# looking for goat compititions, etc. in ohio



## ohiogoatgirl (Jan 31, 2010)

I am looking for goat compititions or anything goat-ish or compitition-y in ohio


----------



## 4-Hgoats (Feb 6, 2010)

Hey,
I am from Ohio to, medina to be exact. I'm not sure if you live close by, but I show animals for 4-H at the lorain county fair in lorain county. They also have open class judging for the kids or adults not in 4-H. Most of the open class is milk goats, but there are all sorts of classes. I'm not sure exactly what their rules are because 4-H is different from open class, but I'm sure you can look it up online.
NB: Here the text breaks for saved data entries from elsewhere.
//! Every figure of a moment as one row: key, name, unit, digits, method, and how to read it.
//!
//! Panels, tables, curves and files walk these rows, so that a figure has one name, one unit and
//! one source everywhere.

use super::light_quantities::{PLANET_LIGHT, STAR_LIGHT};
use super::moment::{PlanetMoment, StarMoment};

/// One figure of the star.
#[derive(Debug)]
pub struct StarQuantity {
    /// Key with unit suffix, for files.
    pub key: &'static str,
    /// Name for people.
    pub name: &'static str,
    /// Unit symbol; empty when dimensionless.
    pub symbol: &'static str,
    /// Significant digits for people.
    pub digits: usize,
    /// Key of the method in [`super::provenance::METHODS`].
    pub method: &'static str,
    /// Reads the value.
    pub value: fn(&StarMoment) -> Option<f64>,
    /// Typical spread of the method as a fraction of the value at this moment, where one is published.
    pub spread: fn(&StarMoment) -> Option<f64>,
}

/// One figure of a planet.
#[derive(Debug)]
pub struct PlanetQuantity {
    /// Key with unit suffix, for files.
    pub key: &'static str,
    /// Name for people.
    pub name: &'static str,
    /// Unit symbol; empty when dimensionless.
    pub symbol: &'static str,
    /// Significant digits for people.
    pub digits: usize,
    /// Key of the method in [`super::provenance::METHODS`].
    pub method: &'static str,
    /// Reads the value.
    pub value: fn(&PlanetMoment) -> Option<f64>,
}

/// Published agreement of the fits with the models they were made from: 5 % in luminosity and radius
/// (Hurley, Pols & Tout 2000, section 5). White dwarfs and dark remnants have no such figure.
const FIT_SPREAD: f64 = 0.05;

/// Agreement of computed red dwarfs with Baraffe et al. 2015 (A&A 577, A42) at 5 Gyr: luminosity, radius, temperature.
const RED_DWARF_SPREADS: [f64; 3] = [0.06, 0.02, 0.02];

/// The same where surfaces are as opaque as in 1997: how far Laughlin, Bodenheimer & Adams 1997 (Astrophys. J. 482, 420)
/// are from Baraffe et al. 2015 for 0.10 solar masses: log L −3.38 and −3.06, temperature 2228 K and 2811 K.
const OLD_SURFACE_SPREADS: [f64; 3] = [0.52, 0.11, 0.21];

/// Spread of luminosity (0), radius (1) or temperature (2).
fn spread(star: &StarMoment, of_fits: f64, figure: usize) -> Option<f64> {
    let spread = match star.interior {
        None => of_fits,
        Some(_) if star.has_old_surface => OLD_SURFACE_SPREADS[figure],
        Some(_) => RED_DWARF_SPREADS[figure],
    };
    (!star.phase.is_remnant()).then_some(spread)
}

fn luminosity_spread(star: &StarMoment) -> Option<f64> {
    spread(star, FIT_SPREAD, 0)
}

fn radius_spread(star: &StarMoment) -> Option<f64> {
    spread(star, FIT_SPREAD, 1)
}

/// T goes as L^¼ R^−½, so two independent spreads of 5 % make 2.8 %.
fn temperature_spread(star: &StarMoment) -> Option<f64> {
    spread(star, FIT_SPREAD * (1.0_f64 / 16.0 + 1.0 / 4.0).sqrt(), 2)
}

fn no_spread(_: &StarMoment) -> Option<f64> {
    None
}

/// The star's figures, in reading order.
pub const STAR: &[StarQuantity] = &[
    StarQuantity {
        key: "luminosity_lsun",
        name: "Luminosity",
        symbol: "L☉",
        digits: 4,
        method: "star_life",
        value: |star| star.luminosity_lsun,
        spread: luminosity_spread,
    },
    StarQuantity {
        key: "radius_rsun",
        name: "Radius",
        symbol: "R☉",
        digits: 4,
        method: "star_life",
        value: |star| star.radius_rsun,
        spread: radius_spread,
    },
    StarQuantity {
        key: "effective_temperature_k",
        name: "Temperature",
        symbol: "K",
        digits: 4,
        method: "effective_temperature",
        value: |star| star.effective_temperature_k,
        spread: temperature_spread,
    },
    StarQuantity {
        key: "mass_msun",
        name: "Mass",
        symbol: "M☉",
        digits: 4,
        method: "star_winds",
        value: |star| Some(star.mass_msun),
        spread: no_spread,
    },
    StarQuantity {
        key: "core_mass_msun",
        name: "Core mass",
        symbol: "M☉",
        digits: 4,
        method: "star_life",
        value: |star| star.core_mass_msun.filter(|mass_msun| *mass_msun > 0.0),
        spread: no_spread,
    },
    StarQuantity {
        key: "core_hydrogen_fraction",
        name: "Core hydrogen",
        symbol: "",
        digits: 3,
        method: "core_hydrogen",
        value: |star| star.core_hydrogen_fraction,
        spread: no_spread,
    },
    StarQuantity {
        key: "mean_hydrogen_fraction",
        name: "Mean hydrogen",
        symbol: "",
        digits: 3,
        method: "red_dwarf",
        value: |star| star.interior.map(|interior| interior.mean_hydrogen_fraction),
        spread: no_spread,
    },
    StarQuantity {
        key: "core_helium3_fraction",
        name: "Core He-3",
        symbol: "",
        digits: 2,
        method: "red_dwarf",
        value: |star| star.interior.map(|interior| interior.core_helium3_fraction),
        spread: no_spread,
    },
    StarQuantity {
        key: "core_temperature_k",
        name: "Core temp.",
        symbol: "K",
        digits: 3,
        method: "red_dwarf",
        value: |star| star.interior.map(|interior| interior.core_temperature_k),
        spread: no_spread,
    },
    StarQuantity {
        key: "core_density_g_cm3",
        name: "Core density",
        symbol: "g/cm³",
        digits: 3,
        method: "red_dwarf",
        value: |star| star.interior.map(|interior| interior.core_density_g_cm3),
        spread: no_spread,
    },
    StarQuantity {
        key: "core_degeneracy_ratio",
        name: "Degeneracy",
        symbol: "",
        digits: 3,
        method: "degeneracy",
        value: |star| star.interior.map(|interior| interior.core_degeneracy_ratio),
        spread: no_spread,
    },
    StarQuantity {
        key: "mixed_mass_fraction",
        name: "Mixed share",
        symbol: "",
        digits: 2,
        method: "red_dwarf",
        value: |star| star.interior.map(|interior| interior.mixed_mass_fraction),
        spread: no_spread,
    },
    StarQuantity {
        key: "contraction_yr",
        name: "Contraction",
        symbol: "yr",
        digits: 2,
        method: "contraction",
        value: |star| star.contraction_yr,
        spread: no_spread,
    },
    StarQuantity {
        key: "mass_loss_msun_yr",
        name: "Wind",
        symbol: "M☉/yr",
        digits: 2,
        method: "star_winds",
        value: |star| Some(star.mass_loss_msun_yr),
        spread: no_spread,
    },
    StarQuantity {
        key: "peak_wavelength_nm",
        name: "Peak of light",
        symbol: "nm",
        digits: 3,
        method: "blackbody",
        value: |star| star.peak_wavelength_nm,
        spread: no_spread,
    },
    StarQuantity {
        key: "habitable_zone_inner_au",
        name: "Habitable from",
        symbol: "au",
        digits: 3,
        method: "habitable_zone",
        value: |star| star.habitable_zone_au.map(|zone_au| zone_au[0]),
        spread: no_spread,
    },
    StarQuantity {
        key: "habitable_zone_outer_au",
        name: "Habitable to",
        symbol: "au",
        digits: 3,
        method: "habitable_zone",
        value: |star| star.habitable_zone_au.map(|zone_au| zone_au[1]),
        spread: no_spread,
    },
];

/// A planet's figures, in reading order.
pub const PLANET: &[PlanetQuantity] = &[
    PlanetQuantity {
        key: "surface_temperature_k",
        name: "Surface",
        symbol: "K",
        digits: 4,
        method: "surface_temperature",
        value: |planet| planet.surface_temperature_k,
    },
    PlanetQuantity {
        key: "surface_hotter_than_k",
        name: "Surface above",
        symbol: "K",
        digits: 4,
        method: "steam",
        value: |planet| planet.surface_hotter_than_k,
    },
    PlanetQuantity {
        key: "ice_fraction",
        name: "Ice cover",
        symbol: "",
        digits: 2,
        method: "climate",
        value: |planet| planet.ice_fraction,
    },
    PlanetQuantity {
        key: "ice_line_deg",
        name: "Ice line",
        symbol: "°",
        digits: 3,
        method: "climate",
        value: |planet| planet.ice_line_deg,
    },
    PlanetQuantity {
        key: "carbon_dioxide_bar",
        name: "CO₂",
        symbol: "bar",
        digits: 2,
        method: "carbon_dioxide",
        value: |planet| planet.carbon_dioxide_bar,
    },
    PlanetQuantity {
        key: "planetary_albedo",
        name: "Climate albedo",
        symbol: "",
        digits: 3,
        method: "climate",
        value: |planet| planet.planetary_albedo,
    },
    PlanetQuantity {
        key: "water_oceans",
        name: "Water, oceans",
        symbol: "",
        digits: 2,
        method: "water_loss",
        value: |planet| planet.water_oceans,
    },
    PlanetQuantity {
        key: "equilibrium_temperature_k",
        name: "Equilibrium",
        symbol: "K",
        digits: 4,
        method: "equilibrium_temperature",
        value: |planet| planet.equilibrium_temperature_k,
    },
    PlanetQuantity {
        key: "insolation_earth",
        name: "Insolation",
        symbol: "S⊕",
        digits: 4,
        method: "insolation",
        value: |planet| planet.insolation_earth,
    },
    PlanetQuantity {
        key: "semi_major_axis_au",
        name: "Semi-major axis",
        symbol: "au",
        digits: 4,
        method: "orbit",
        value: |planet| planet.semi_major_axis_au,
    },
    PlanetQuantity {
        key: "eccentricity",
        name: "Eccentricity",
        symbol: "",
        digits: 3,
        method: "orbit",
        value: |planet| planet.eccentricity,
    },
    PlanetQuantity {
        key: "period_yr",
        name: "Period",
        symbol: "yr",
        digits: 4,
        method: "period",
        value: |planet| planet.period_yr,
    },
    PlanetQuantity {
        key: "star_angular_diameter_deg",
        name: "Star in its sky",
        symbol: "°",
        digits: 3,
        method: "angular_diameter",
        value: |planet| planet.star_angular_diameter_deg,
    },
    PlanetQuantity {
        key: "high_energy_w_m2",
        name: "X-ray and EUV",
        symbol: "W/m²",
        digits: 2,
        method: "high_energy",
        value: |planet| planet.high_energy_w_m2,
    },
    PlanetQuantity {
        key: "shoreline_ratio",
        name: "Air shoreline",
        symbol: "",
        digits: 2,
        method: "shoreline",
        value: |planet| planet.shoreline_ratio,
    },
    PlanetQuantity {
        key: "surface_gravity_m_s2",
        name: "Gravity",
        symbol: "m/s²",
        digits: 3,
        method: "gravity",
        value: |planet| planet.surface_gravity_m_s2,
    },
    PlanetQuantity {
        key: "escape_speed_km_s",
        name: "Escape speed",
        symbol: "km/s",
        digits: 3,
        method: "escape_speed",
        value: |planet| planet.escape_speed_km_s,
    },
    PlanetQuantity {
        key: "jeans_hydrogen_ratio",
        name: "Hold on H",
        symbol: "",
        digits: 3,
        method: "jeans",
        value: |planet| planet.jeans_hydrogen_ratio,
    },
    PlanetQuantity {
        key: "jeans_nitrogen_ratio",
        name: "Hold on N₂",
        symbol: "",
        digits: 3,
        method: "jeans",
        value: |planet| planet.jeans_nitrogen_ratio,
    },
];

/// A star's quantity by key.
#[must_use]
pub fn star_quantity(key: &str) -> Option<&'static StarQuantity> {
    STAR.iter().find(|quantity| quantity.key == key)
}

/// A planet's quantity by key.
#[must_use]
pub fn planet_quantity(key: &str) -> Option<&'static PlanetQuantity> {
    PLANET.iter().find(|quantity| quantity.key == key)
}

/// The name for people of any figure of the star, those of its light included.
#[must_use]
pub fn star_figure_name(key: &str) -> Option<&'static str> {
    let light = || STAR_LIGHT.iter().find(|quantity| quantity.key == key).map(|quantity| quantity.name);
    star_quantity(key).map(|quantity| quantity.name).or_else(light)
}

/// The name for people of any figure of a planet, those of its light included.
#[must_use]
pub fn planet_figure_name(key: &str) -> Option<&'static str> {
    let light = || PLANET_LIGHT.iter().find(|quantity| quantity.key == key).map(|quantity| quantity.name);
    planet_quantity(key).map(|quantity| quantity.name).or_else(light)
}

/// Key and name of every figure that a method gives.
pub fn figures_of(method: &'static str) -> impl Iterator<Item = (&'static str, &'static str)> {
    let star = STAR.iter().map(|row| (row.method, row.key, row.name));
    let star_light = STAR_LIGHT.iter().map(|row| (row.method, row.key, row.name));
    let planet = PLANET.iter().map(|row| (row.method, row.key, row.name));
    let planet_light = PLANET_LIGHT.iter().map(|row| (row.method, row.key, row.name));
    let all = star.chain(star_light).chain(planet).chain(planet_light);
    all.filter(move |(of, _, _)| *of == method).map(|(_, key, name)| (key, name))
}

#[cfg(test)]
mod tests {
    use super::*;
    use crate::system::provenance::method;

    #[test]
    fn every_figure_has_a_method_with_a_source() {
        for key in STAR.iter().map(|quantity| quantity.method).chain(PLANET.iter().map(|quantity| quantity.method)) {
            assert!(method(key).is_some_and(|method| !method.source.is_empty()), "{key}");
        }
    }

    #[test]
    fn keys_are_found_and_unique() {
        for (index, quantity) in STAR.iter().enumerate() {
            assert!(STAR[..index].iter().all(|other| other.key != quantity.key));
            assert!(star_quantity(quantity.key).is_some());
        }
        assert!(planet_quantity("insolation_earth").is_some());
        assert!(planet_quantity("luminosity_lsun").is_none());
    }
}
Or call the extension office. Most fairs do this also, so if there is one near you just ask them. Other then that I'm not sure what kind of competitions are available. I'm new to goats, and actually I haven't got my two wethers yet! I'm showing alpine packgoats for 4-H.


----------



## ohiogoatgirl (Jan 31, 2010)

medina...
i'm in scio... i don't think i'm that close.
thanks though, i'll look into that.
around here FFA means "Fathers Feeding Animals"
my dad took me and my sisters out becuase at fair the kids would come around once and say "is _this_ one mine?" to the parents.
the kids couldn't hardly walk the goats round the ring!


----------